This is part one of a two-part series reviewing the Reviving the Islamic Spirit Convention. Stay tuned tomorrow for part two!
This year’s Reviving the Islamic Spirit (RIS) Convention was held in Toronto from December 25-27, 2009. Those of you who have been reading MMW for a while might remember my reflections on it last year (in which I praised the conference, but lamented the very small number of female speakers), and my reflections on the joint RIS-ISNA Canada conference that happened last summer (in which–get this!–I praised the conference but lamented the very small number of female speakers.) This year’s convention was a significant improvement in many areas of the gender discussion, although there is still work to do.
Before I go further, I want to be clear that this is always a very impressive conference, with a lot of inspiring speakers from very well educated scholars. I always hear a big range of estimates of how many people attend, but I think this year’s attendance was around 15,000, which is pretty huge, and makes it a great way to meet other Muslims from here and abroad (including MMW‘s Safiyyah, who came all the way from South Africa!).

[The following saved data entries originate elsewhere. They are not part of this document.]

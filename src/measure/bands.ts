/** Words for the size of a kappa or alpha, and the caution that goes with every agreement figure. */

export interface Band {
  label: 'poor' | 'slight' | 'fair' | 'moderate' | 'substantial' | 'almost perfect';
  /** The range as Landis and Koch print it. */
  range: string;
  /** Upper bound: exclusive for 'poor' (values below 0), inclusive for the others. */
  upTo: number;
}

/**
 * Landis and Koch's benchmarks. Their table is printed to two decimals; for values in between,
 * each band runs up to and including its printed upper bound (0.205 is fair), and 0 is slight.
 */
export const LANDIS_KOCH_BANDS: readonly Band[] = [
  { label: 'poor', range: '< 0.00', upTo: 0 },
  { label: 'slight', range: '0.00-0.20', upTo: 0.2 },
  { label: 'fair', range: '0.21-0.40', upTo: 0.4 },
  { label: 'moderate', range: '0.41-0.60', upTo: 0.6 },
  { label: 'substantial', range: '0.61-0.80', upTo: 0.8 },
  { label: 'almost perfect', range: '0.81-1.00', upTo: 1 },
];

// Bibliographic details recalled from memory.
export const LANDIS_KOCH_SOURCE =
  'Landis, J. R., & Koch, G. G. (1977). The measurement of observer agreement for categorical data. Biometrics, 33(1), 159-174.';

/** The band of a kappa or alpha; null for an undefined coefficient. */
export function agreementBand(value: number | null): Band['label'] | null {
  if (value === null || Number.isNaN(value)) return null;
  if (value < 0) return 'poor';
  // A hair of tolerance: 0.6 computed as 0.6000000000000001 is still on the printed bound.
  for (const band of LANDIS_KOCH_BANDS.slice(1)) if (value <= band.upTo + 1e-12) return band.label;
  return 'almost perfect'; // above 1 only through rounding
}

/** Krippendorff's own guidance for alpha: which values to rely on. */
export interface AlphaGuidance {
  label: 'reliable' | 'tentative' | 'unreliable';
  /** The rule as Krippendorff states it. */
  rule: string;
  /** Lower bound, inclusive. */
  from: number;
}

export const KRIPPENDORFF_GUIDANCE: readonly AlphaGuidance[] = [
  { label: 'reliable', rule: 'at least 0.800: rely on the theme', from: 0.8 },
  { label: 'tentative', rule: '0.667 to below 0.800: tentative conclusions only', from: 0.667 },
  { label: 'unreliable', rule: 'below 0.667: do not rely on the theme', from: -Infinity },
];

// The thresholds (0.800; 0.667 for tentative conclusions) as Krippendorff states them in this
// book's chapter on reliability; bibliographic details and the wording recalled from memory.
export const KRIPPENDORFF_SOURCE =
  'Krippendorff, K. (2004). Content analysis: An introduction to its methodology (2nd ed.). Sage: rely on variables with alpha of at least .800; consider those between .667 and .800 only for tentative conclusions.';

/** Krippendorff's label for an alpha; null for an undefined coefficient. */
export function alphaGuidance(value: number | null): AlphaGuidance['label'] | null {
  if (value === null || Number.isNaN(value)) return null;
  // The same hair of tolerance as the bands: 0.8 computed as 0.7999999999999999 is on the bound.
  for (const g of KRIPPENDORFF_GUIDANCE) if (value >= g.from - 1e-12) return g.label;
  return 'unreliable';
}

/** Said wherever a coder is compared with the suggestions (the pseudo-coder "trellis"). */
export const CIRCULARITY_NOTE =
  'Agreement between a coder and the suggestions is partly circular: codings the coder made by ' +
  'accepting a suggestion agree with it by construction, and the profiles were fitted on that ' +
  'coder\'s own earlier codings. Read it as how far the suggestions track the coder, not as ' +
  'independent inter-coder agreement.';

export const AGREEMENT_CAUTION =
  'Agreement figures support, but do not replace, the team\'s discussion of the passages on which ' +
  'coders disagreed: what each coder understood by the theme, and whether its definition needs ' +
  'revising. The bands are conventions, not tests, and a rare theme can show low kappa with high ' +
  'percent agreement.';
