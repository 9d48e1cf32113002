/** Measures for discovery: how well clusters hold together, and how two partitions agree. */
export {
  silhouetteSamples,
  silhouetteScore,
  type DenseRow,
  type Row,
  type SilhouetteMetric,
  type SilhouetteOptions,
  type SparseRow,
} from './silhouette.js';
export { adjustedRandIndex, normalizedMutualInfo } from './partitions.js';
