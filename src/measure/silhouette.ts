/**
 * Silhouette coefficient (Rousseeuw 1987) with scikit-learn's conventions: s(i) = (b - a) /
 * max(a, b), where a is the mean distance to the other members of i's cluster and b the lowest
 * mean distance to another cluster's members; a member of a singleton cluster scores 0.
 *
 * Cosine distance (1 - cosine similarity) is linear in the other point, so the distance sums to
 * each cluster come from per-cluster sums of unit vectors: O(n k nnz), exact, with no pairwise
 * pass and no need to sample however many passages there are. Euclidean distance needs every
 * pair: O(n^2 d), fine up to ~5,000 points; beyond that pass `sampleSize` (as scikit-learn's
 * sample_size: the score of a seeded random subset).
 */

import { sampleIndices } from '../math/random.js';

export type DenseRow = readonly number[] | Float64Array;
/** Sorted term indices with their weights (the shape of src/text's SparseVector). */
export interface SparseRow {
  indices: ArrayLike<number>;
  values: ArrayLike<number>;
}
export type Row = DenseRow | SparseRow;
export type SilhouetteMetric = 'cosine' | 'euclidean';

export interface SilhouetteOptions {
  /** Score a random subset of this many points (when smaller than the data). */
  sampleSize?: number;
  /** Seed for the subset; default 0. */
  seed?: number;
}

function isSparse(row: Row): row is SparseRow {
  return !Array.isArray(row) && !(row instanceof Float64Array);
}

function encode(labels: readonly (string | number)[]): { codes: Int32Array; k: number } {
  const seen = new Map<string | number, number>();
  const codes = new Int32Array(labels.length);
  labels.forEach((l, i) => {
    let c = seen.get(l);
    if (c === undefined) seen.set(l, (c = seen.size));
    codes[i] = c;
  });
  return { codes, k: seen.size };
}

/** dims: one past the largest index used, for sparse rows. */
function dimensionOf(X: readonly Row[]): number {
  let d = 0;
  for (const r of X) {
    if (isSparse(r)) {
      for (let t = 0; t < r.indices.length; t++) d = Math.max(d, r.indices[t]! + 1);
    } else d = Math.max(d, r.length);
  }
  return d;
}

/** sums[i * k + c] = sum of distances from point i to the points of cluster c (self excluded). */
function cosineSums(X: readonly Row[], codes: Int32Array, k: number): Float64Array {
  const n = X.length;
  const d = dimensionOf(X);
  const centre = new Float64Array(k * d); // per-cluster sums of unit vectors
  const counts = new Float64Array(k);
  const norms = new Float64Array(n);
  X.forEach((r, i) => {
    let s = 0;
    const vals = isSparse(r) ? r.values : r;
    for (let t = 0; t < vals.length; t++) s += vals[t]! * vals[t]!;
    norms[i] = Math.sqrt(s);
    counts[codes[i]!]++;
    if (norms[i] === 0) return;
    const base = codes[i]! * d;
    if (isSparse(r)) for (let t = 0; t < r.indices.length; t++) centre[base + r.indices[t]!] += r.values[t]! / norms[i]!;
    else for (let t = 0; t < r.length; t++) centre[base + t] += r[t]! / norms[i]!;
  });
  const sums = new Float64Array(n * k);
  X.forEach((r, i) => {
    const inv = norms[i]! > 0 ? 1 / norms[i]! : 0;
    for (let c = 0; c < k; c++) {
      const base = c * d;
      let dot = 0;
      if (isSparse(r)) for (let t = 0; t < r.indices.length; t++) dot += r.values[t]! * centre[base + r.indices[t]!]!;
      else for (let t = 0; t < r.length; t++) dot += r[t]! * centre[base + t]!;
      sums[i * k + c] = counts[c]! - dot * inv;
    }
    // Remove the point's distance to itself: 1 - |x|^2/|x|^2, i.e. 0, or 1 for a zero vector.
    const own = i * k + codes[i]!;
    sums[own] = sums[own]! - (norms[i]! > 0 ? 0 : 1);
  });
  return sums;
}

function euclideanSums(X: readonly Row[], codes: Int32Array, k: number): Float64Array {
  const n = X.length;
  const sums = new Float64Array(n * k);
  const addPair = (i: number, j: number, dist: number) => {
    sums[i * k + codes[j]!] += dist;
    sums[j * k + codes[i]!] += dist;
  };
  if (X.every((r) => !isSparse(r))) {
    const rows = X.map((r) => Float64Array.from(r as DenseRow));
    const d = rows.reduce((m, r) => Math.max(m, r.length), 0);
    const padded = rows.map((r) => (r.length === d ? r : Float64Array.from({ length: d }, (_, t) => r[t] ?? 0)));
    for (let i = 0; i < n; i++) {
      const a = padded[i]!;
      for (let j = i + 1; j < n; j++) {
        const b = padded[j]!;
        let s = 0;
        for (let t = 0; t < d; t++) {
          const diff = a[t]! - b[t]!;
          s += diff * diff;
        }
        addPair(i, j, Math.sqrt(s));
      }
    }
    return sums;
  }
  // Sparse (or mixed): |a - b|^2 = |a|^2 + |b|^2 - 2 a.b, with row i scattered into a dense buffer.
  const sparse: SparseRow[] = X.map((r) =>
    isSparse(r)
      ? r
      : { indices: Array.from({ length: r.length }, (_, t) => t), values: Array.from(r) },
  );
  const sq = sparse.map((r) => {
    let s = 0;
    for (let t = 0; t < r.values.length; t++) s += r.values[t]! * r.values[t]!;
    return s;
  });
  const buffer = new Float64Array(dimensionOf(sparse));
  for (let i = 0; i < n; i++) {
    const a = sparse[i]!;
    for (let t = 0; t < a.indices.length; t++) buffer[a.indices[t]!] = a.values[t]!;
    for (let j = i + 1; j < n; j++) {
      const b = sparse[j]!;
      let dot = 0;
      for (let t = 0; t < b.indices.length; t++) dot += b.values[t]! * buffer[b.indices[t]!]!;
      addPair(i, j, Math.sqrt(Math.max(0, sq[i]! + sq[j]! - 2 * dot)));
    }
    for (let t = 0; t < a.indices.length; t++) buffer[a.indices[t]!] = 0;
  }
  return sums;
}

/** Silhouette of every point, in input order. Throws unless 2 <= clusters <= points - 1. */
export function silhouetteSamples(
  X: readonly Row[],
  labels: readonly (string | number)[],
  metric: SilhouetteMetric = 'euclidean',
): Float64Array {
  if (X.length !== labels.length) throw new RangeError(`${X.length} points but ${labels.length} labels`);
  const n = X.length;
  const { codes, k } = encode(labels);
  if (k < 2 || k > n - 1) {
    throw new RangeError(`silhouette needs between 2 and ${n - 1} clusters (points - 1); got ${k}`);
  }
  const sums = metric === 'cosine' ? cosineSums(X, codes, k) : euclideanSums(X, codes, k);
  const sizes = new Float64Array(k);
  for (const c of codes) sizes[c]++;
  const out = new Float64Array(n);
  for (let i = 0; i < n; i++) {
    const own = codes[i]!;
    if (sizes[own] === 1) continue; // singleton: 0
    const a = sums[i * k + own]! / (sizes[own]! - 1);
    let b = Infinity;
    for (let c = 0; c < k; c++) if (c !== own) b = Math.min(b, sums[i * k + c]! / sizes[c]!);
    const m = Math.max(a, b);
    out[i] = m > 0 ? (b - a) / m : 0;
  }
  return out;
}

/** Mean silhouette over all points, or over a seeded sample of `sampleSize` of them. */
export function silhouetteScore(
  X: readonly Row[],
  labels: readonly (string | number)[],
  metric: SilhouetteMetric = 'euclidean',
  options: SilhouetteOptions = {},
): number {
  let rows = X;
  let labs = labels;
  if (options.sampleSize !== undefined && options.sampleSize < X.length) {
    if (X.length !== labels.length) throw new RangeError(`${X.length} points but ${labels.length} labels`);
    const idx = sampleIndices(X.length, options.sampleSize, options.seed ?? 0);
    rows = idx.map((i) => X[i]!);
    labs = idx.map((i) => labels[i]!);
  }
  const s = silhouetteSamples(rows, labs, metric);
  let total = 0;
  for (const v of s) total += v;
  return total / s.length;
}
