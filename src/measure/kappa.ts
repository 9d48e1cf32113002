/** Two coders, nominal labels: percent agreement and Cohen's kappa. */

import { defined, undefinedBecause, type Coefficient, type Label } from './coefficient.js';

function checkPair(a: readonly Label[], b: readonly Label[]): void {
  if (a.length !== b.length) {
    throw new RangeError(`the two coders' label lists differ in length (${a.length} and ${b.length})`);
  }
}

/** Share of units on which the two coders gave the same label; null when there are no units. */
export function percentAgreement(a: readonly Label[], b: readonly Label[]): number | null {
  checkPair(a, b);
  if (a.length === 0) return null;
  let same = 0;
  for (let i = 0; i < a.length; i++) if (a[i] === b[i]) same++;
  return same / a.length;
}

export interface KappaResult extends Coefficient {
  /** Units compared. */
  n: number;
  /** p_o: observed share of agreement (null when n = 0). */
  observed: number | null;
  /** p_e: agreement expected from the two coders' own label frequencies (null when n = 0). */
  expected: number | null;
}

/**
 * Cohen's kappa, (p_o - p_e) / (1 - p_e), with p_e from each coder's marginal label frequencies
 * (Cohen 1960). Labels are compared with ===, so 1 and '1' are different labels.
 *
 * Undefined (value null) when p_e = 1, which happens exactly when both coders gave one and the
 * same label to every unit: for a theme, both say "absent" everywhere. That is common for a rare
 * theme and is reported as such rather than as a number.
 */
export function cohensKappa(a: readonly Label[], b: readonly Label[]): KappaResult {
  checkPair(a, b);
  const n = a.length;
  if (n === 0) return { ...undefinedBecause('no units to compare'), n, observed: null, expected: null };
  const countA = new Map<Label, number>();
  const countB = new Map<Label, number>();
  let same = 0;
  for (let i = 0; i < n; i++) {
    const x = a[i]!;
    const y = b[i]!;
    countA.set(x, (countA.get(x) ?? 0) + 1);
    countB.set(y, (countB.get(y) ?? 0) + 1);
    if (x === y) same++;
  }
  const observed = same / n;
  let expected = 0;
  for (const [label, ca] of countA) expected += (ca / n) * ((countB.get(label) ?? 0) / n);
  if (countA.size === 1 && countB.size === 1 && countA.keys().next().value === countB.keys().next().value) {
    return {
      ...undefinedBecause('both coders gave the same single label to every unit, so agreement expected by chance is 1'),
      n,
      observed,
      expected: 1,
    };
  }
  return { ...defined((observed - expected) / (1 - expected)), n, observed, expected };
}
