ROOT = Path(__file__).resolve().parents[1]
CFD = ROOT / "examples" / "cfd"
DATA = Path(__file__).resolve().parent / "data" / "cfd"
sys.path.insert(0, str(CFD))

import cfd_foam  # noqa: E402
import cfd_results  # noqa: E402

HAS_GMSH = importlib.util.find_spec("gmsh") is not None
HAS_FOAM = shutil.which("simpleFoam") is not None and shutil.which("gmshToFoam") is not None
POINT = {"flap_angle": 30.0, "wing_height": 100.0, "wing_aoa": 8.0, "wing_camber": 4.0, "wing_overhang": 50.0}


# ---------------------------------------------------------------------- geometry
def _segments_cross(poly) -> bool:
    """Whether any two non-neighbouring edges of a closed polygon intersect (orientation test)."""
    a, b = poly, np.roll(poly, -1, axis=0)
    n = len(poly)

    def orient(p, q, r):
        return np.sign((q[..., 0] - p[..., 0]) * (r[..., 1] - p[..., 1]) - (q[..., 1] - p[..., 1]) * (r[..., 0] - p[..., 0]))

    i, j = np.triu_indices(n, k=2)
    keep = ~((i == 0) & (j == n - 1))
    i, j = i[keep], j[keep]
    o1, o2 = orient(a[i], b[i], a[j]), orient(a[i], b[i], b[j])
    o3, o4 = orient(a[j], b[j], a[i]), orient(a[j], b[j], b[i])
    return bool(np.any((o1 * o2 < 0) & (o3 * o4 < 0)))


def _area(poly) -> float:
    x, y = poly[:, 0], poly[:, 1]
    return 0.5 * float(np.dot(x, np.roll(y, -1)) - np.dot(y, np.roll(x, -1)))


@pytest.mark.parametrize("point", [POINT, {"flap_angle": 10.0, "wing_height": 60.0, "wing_aoa": 20.0},
                                   {"flap_angle": 45.0, "wing_height": 200.0, "wing_aoa": 0.0, "wing_camber": 7.0,
                                    "wing_overhang": 150.0},
                                   {"flap_angle": -10.0, "flap_chord": 200.0, "wing_height": 300.0}])
def test_outlines_closed_simple_clockwise_above_ground(point):
    o = rear_package_outlines(ModelSettings(), point)
    for poly in (o.body, o.wing):
        assert not _segments_cross(poly)
        assert _area(poly) < 0                              # clockwise, as the module says
        assert np.hypot(*(poly[-1] - poly[0])) > 0          # first node not repeated
    assert o.body[:, 1].min() == pytest.approx(ModelSettings().car.ground_clearance, abs=1e-12)
    assert o.wing[:, 1].min() > o.hatch_edge[1]
    assert o.wing_gap >= 0.01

A whole lot of people work hard every year to make this conference happen, and their effort is much appreciated. I’m saying this because I want to make a distinction between pointing out the flaws or areas for improvement versus giving a negative impression of it altogether. I loved the conference, and I’m glad I went, but none of this means that it can’t be pushed harder to include an even more representative roster of speakers.